// The fitted path of the VTI Biot coefficients (`vti_stiffness.fit`): each of
// C11, C12, C13, C33 is fitted against pressure and alpha_h, alpha_v are
// evaluated from the fitted curves.
#include <gtest/gtest.h>

#include <cmath>
#include <sstream>
#include <string>
#include <vector>

#include "porofit/core/error.h"
#include "porofit/io/study_loader.h"
#include "porofit/report/report.h"
#include "porofit/run/run.h"

namespace porofit {
namespace {

// Exponential-modulus law C(P) = C_inf - (C_inf - C_0) exp(-P/P_close), GPa and MPa.
double Law(double c_inf, double c_0, double p_close, double p) { return c_inf - (c_inf - c_0) * std::exp(-p / p_close); }

std::string Num(double x) {
  std::ostringstream o;
  o.precision(17);
  o << x;
  return o.str();
}

// A study with one shale sample, K_s = 37 +- 1 GPa, and the given VTI rows
// (P MPa, C11, C12, C13, C33 GPa); `fit` empty: no `fit:` key.
std::string StudyText(const std::vector<std::vector<double>>& rows, const std::string& fit) {
  std::string t =
      "name: vti fit\nsamples:\n  - id: S1\n    lithology: shale\n    porosity: 0.1\n    bulk_density: 2.5 g/cc\n"
      "    measurement: static\n    data:\n      columns: [P MPa, K GPa]\n"
      "      rows: [[5, 8.1], [10, 10.2], [20, 12.9], [40, 15.0]]\n    models: [linear]\n"
      "    grain_modulus: {measured: {K_s: 37 GPa, sigma: 1 GPa, source: invented}}\n"
      "    vti_stiffness:\n      columns: [P MPa, C11 GPa, C12 GPa, C13 GPa, C33 GPa]\n";
  if (!fit.empty()) t += "      fit: " + fit + "\n";
  t += "      rows:\n";
  for (const auto& r : rows) {
    t += "        - [";
    for (size_t j = 0; j < r.size(); ++j) t += (j ? ", " : "") + Num(r[j]);
    t += "]\n";
  }
  return t;
}

StudyRun RunText(const std::string& text) {
  const Study study = ParseStudy(text, "vti-fit.yaml", ModelRegistry::Builtin());
  RunOptions ro;
  ro.timestamp_utc = "2026-02-03T04:05:06Z";
  return RunStudy(study, ro);
}

const std::vector<double> kPressures = {2, 5, 8, 12, 18, 25, 35, 50, 70};

// Invented stiffness laws, one exp-modulus law per stiffness (shale-like,
// C11 > C33 and C12 > C13; values invented for these tests): P MPa -> GPa.
std::vector<double> ExactRow(double p) {
  return {p, Law(34, 24, 12, p), Law(11, 7, 9, p), Law(9, 5, 15, p), Law(24, 14, 10, p)};
}

TEST(VtiFit, FittedStiffnessesReproduceTheGivenTableAlphaWhenTheLawIsExact) {
  std::vector<std::vector<double>> rows;
  for (double p : kPressures) rows.push_back(ExactRow(p));
  const StudyRun given = RunText(StudyText(rows, ""));
  const StudyRun fitted = RunText(StudyText(rows, "exp-modulus"));
  ASSERT_EQ(given.samples[0].vti.size(), kPressures.size());
  EXPECT_TRUE(given.samples[0].vti_fits.empty());
  const SampleRun& s = fitted.samples[0];
  ASSERT_EQ(s.vti_fits.size(), 4u);
  for (const VtiStiffnessFit& f : s.vti_fits) EXPECT_TRUE(f.fit.IsUsable()) << f.component << ": " << f.fit.message;
  ASSERT_GT(s.vti.size(), 2 * kPressures.size());
  // Band grid points: the fitted curves against the exact laws there (the
  // default grid runs 10 % beyond the K data on each side).
  size_t n_grid = 0;
  for (size_t i = 2 * kPressures.size(); i < s.vti.size(); ++i) {
    const VtiAlphaPoint& g = s.vti[i];
    ASSERT_EQ(g.source, "fitted-grid");
    ++n_grid;
    const std::vector<double> c = ExactRow(g.pressure / 1e6);
    EXPECT_NEAR(g.alpha_h, 1 - (c[1] + c[2] + c[3]) / (3 * 37), 1e-8) << "P = " << g.pressure;
    EXPECT_NEAR(g.alpha_v, 1 - (2 * c[3] + c[4]) / (3 * 37), 1e-8) << "P = " << g.pressure;
  }
  EXPECT_EQ(n_grid, 200u);  // default band grid count (docs/study-file.md, bands)
  for (size_t i = 0; i < kPressures.size(); ++i) {
    const VtiAlphaPoint& t = s.vti[i];
    const VtiAlphaPoint& f = s.vti[kPressures.size() + i];
    EXPECT_EQ(t.source, "table");
    EXPECT_EQ(f.source, "fitted");
    EXPECT_DOUBLE_EQ(f.pressure, t.pressure);
    EXPECT_NEAR(f.alpha_h, given.samples[0].vti[i].alpha_h, 1e-8) << "P = " << kPressures[i];
    EXPECT_NEAR(f.alpha_v, given.samples[0].vti[i].alpha_v, 1e-8) << "P = " << kPressures[i];
    // Exact data: the fit adds (almost) nothing to the K_s part of the sigma.
    EXPECT_NEAR(f.sigma_h, t.sigma_h, 1e-8);
    EXPECT_GE(f.sigma_h, t.sigma_h);
  }
}

TEST(VtiFit, IsotropicStiffnessesGiveEqualAlphaOnTheFittedPath) {
  // Isotropic stiffness as VTI: C11 = C33 = K + 4mu/3, C12 = C13 = K - 2mu/3,
  // so alpha_h = alpha_v = 1 - K/K_s (VTI Biot tensor, docs/poroelastic-relations.md;
  // common practice). K(P), mu(P) invented exp-modulus laws with one P_close,
  // so every stiffness follows the same law.
  std::vector<std::vector<double>> rows;
  std::vector<double> k;
  for (double p : kPressures) {
    const double kp = Law(20, 12, 15, p), mu = Law(12, 6, 15, p);
    k.push_back(kp);
    rows.push_back({p, kp + 4 * mu / 3, kp - 2 * mu / 3, kp - 2 * mu / 3, kp + 4 * mu / 3});
  }
  const SampleRun s = RunText(StudyText(rows, "exp-modulus")).samples[0];
  ASSERT_GT(s.vti.size(), 2 * kPressures.size());
  for (size_t i = 0; i < kPressures.size(); ++i) {
    const VtiAlphaPoint& f = s.vti[kPressures.size() + i];
    ASSERT_EQ(f.source, "fitted");
    EXPECT_NEAR(f.alpha_h, 1 - k[i] / 37, 1e-8) << "P = " << kPressures[i];
    EXPECT_NEAR(f.alpha_v, 1 - k[i] / 37, 1e-8) << "P = " << kPressures[i];
  }
}

TEST(VtiFit, NoisyStiffnessesAddFitUncertaintyToTheSigma) {
  // Invented law with a fixed +-0.2 GPa alternating error: the fit variance
  // must enlarge the sigma beyond the K_s-only part, by the stated formula.
  std::vector<std::vector<double>> rows;
  for (size_t i = 0; i < kPressures.size(); ++i) {
    const double p = kPressures[i], e = (i % 2 ? 0.2 : -0.2);
    rows.push_back({p, Law(34, 24, 12, p) + e, Law(11, 7, 9, p) - e, Law(9, 5, 15, p) + e, Law(24, 14, 10, p) - e});
  }
  const SampleRun s = RunText(StudyText(rows, "exp-modulus")).samples[0];
  ASSERT_GT(s.vti.size(), 2 * kPressures.size());
  for (size_t i = 0; i < kPressures.size(); ++i) {
    const VtiAlphaPoint& t = s.vti[i];
    const VtiAlphaPoint& f = s.vti[kPressures.size() + i];
    const double ks_part = (1 - f.alpha_h) / 37;  // sigma_K_s / K_s = 1/37
    EXPECT_GT(f.sigma_h_fit, 0);
    EXPECT_GT(f.sigma_v_fit, 0);
    EXPECT_NEAR(f.sigma_h * f.sigma_h, ks_part * ks_part + f.sigma_h_fit * f.sigma_h_fit, 1e-15);
    EXPECT_NEAR(t.sigma_h_fit, 0, 0);
    // Fitted stiffness within a few error sizes of the noisy value.
    EXPECT_NEAR(f.c11, t.c11, 0.6e9);
  }
}

TEST(VtiFit, FailedStiffnessFitIsReportedAndDoesNotAbort) {
  // A model id the registry of the run does not know (the loader checks ids
  // against the built-in catalogue, so set it after loading): every stiffness
  // fit fails with a message, the table rows remain, no fitted rows appear.
  std::vector<std::vector<double>> rows;
  for (double p : kPressures) rows.push_back(ExactRow(p));
  Study study = ParseStudy(StudyText(rows, "exp-modulus"), "vti-fit.yaml", ModelRegistry::Builtin());
  study.samples[0].vti_fit_model = "no-such-model";
  RunOptions ro;
  ro.timestamp_utc = "2026-02-03T04:05:06Z";
  const StudyRun run = RunStudy(study, ro);
  const SampleRun& s = run.samples[0];
  ASSERT_EQ(s.vti_fits.size(), 4u);
  for (const VtiStiffnessFit& f : s.vti_fits) {
    EXPECT_EQ(f.fit.status, FitStatus::kInvalidRequest) << f.component;
    EXPECT_NE(f.fit.message.find("no-such-model"), std::string::npos) << f.fit.message;
  }
  ASSERT_EQ(s.vti.size(), kPressures.size());
  for (const VtiAlphaPoint& a : s.vti) EXPECT_EQ(a.source, "table");
  const auto j = ResultsJson(run, {});
  ASSERT_TRUE(j["samples"][0].contains("vti_fit"));
  EXPECT_EQ(j["samples"][0]["vti_fit"]["stiffness_fits"].size(), 4u);
  EXPECT_EQ(j["samples"][0]["vti_fit"]["stiffness_fits"][2]["component"], "C13");
  EXPECT_NE(j["samples"][0]["vti_fit"]["stiffness_fits"][2]["status"].get<std::string>().size(), 0u);
}

TEST(VtiFit, OutputsNameTheSourceAndTheStiffnessFits) {
  std::vector<std::vector<double>> rows;
  for (double p : kPressures) rows.push_back(ExactRow(p));
  const StudyRun run = RunText(StudyText(rows, "exp-modulus"));
  std::ostringstream csv;
  WriteVtiAlphaCsv(run, csv);
  EXPECT_NE(csv.str().find("flags,source\n"), std::string::npos);
  EXPECT_NE(csv.str().find(",fitted\n"), std::string::npos);
  EXPECT_NE(csv.str().find(",fitted-grid\n"), std::string::npos);
  EXPECT_NE(csv.str().find(",table\n"), std::string::npos);
}

TEST(VtiFit, LoaderRejectsTooFewRowsForTheFitModel) {
  const std::vector<std::vector<double>> rows = {{5, 30, 10, 8, 20}, {10, 31, 10, 8, 21}, {20, 32, 11, 9, 22}};
  try {
    ParseStudy(StudyText(rows, "exp-modulus"), "vti-fit.yaml", ModelRegistry::Builtin());
    FAIL() << "expected an InputError";
  } catch (const InputError& e) {
    EXPECT_NE(std::string(e.what()).find("needs >= 4 rows"), std::string::npos) << e.what();
  }
}

}  // namespace
}  // namespace porofit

» **What you need to do**
Only one stretch of the records above is wanted: the lines between the one holding "const SampleRun& s = run.samples[0];" and the one holding "const auto j", inclusive, reproduced exactly.

» **Reply to the task**
  const SampleRun& s = run.samples[0];
  ASSERT_EQ(s.vti_fits.size(), 4u);
  for (const VtiStiffnessFit& f : s.vti_fits) {
    EXPECT_EQ(f.fit.status, FitStatus::kInvalidRequest) << f.component;
    EXPECT_NE(f.fit.message.find("no-such-model"), std::string::npos) << f.fit.message;
  }
  ASSERT_EQ(s.vti.size(), kPressures.size());
  for (const VtiAlphaPoint& a : s.vti) EXPECT_EQ(a.source, "table");
  const auto j = ResultsJson(run, {});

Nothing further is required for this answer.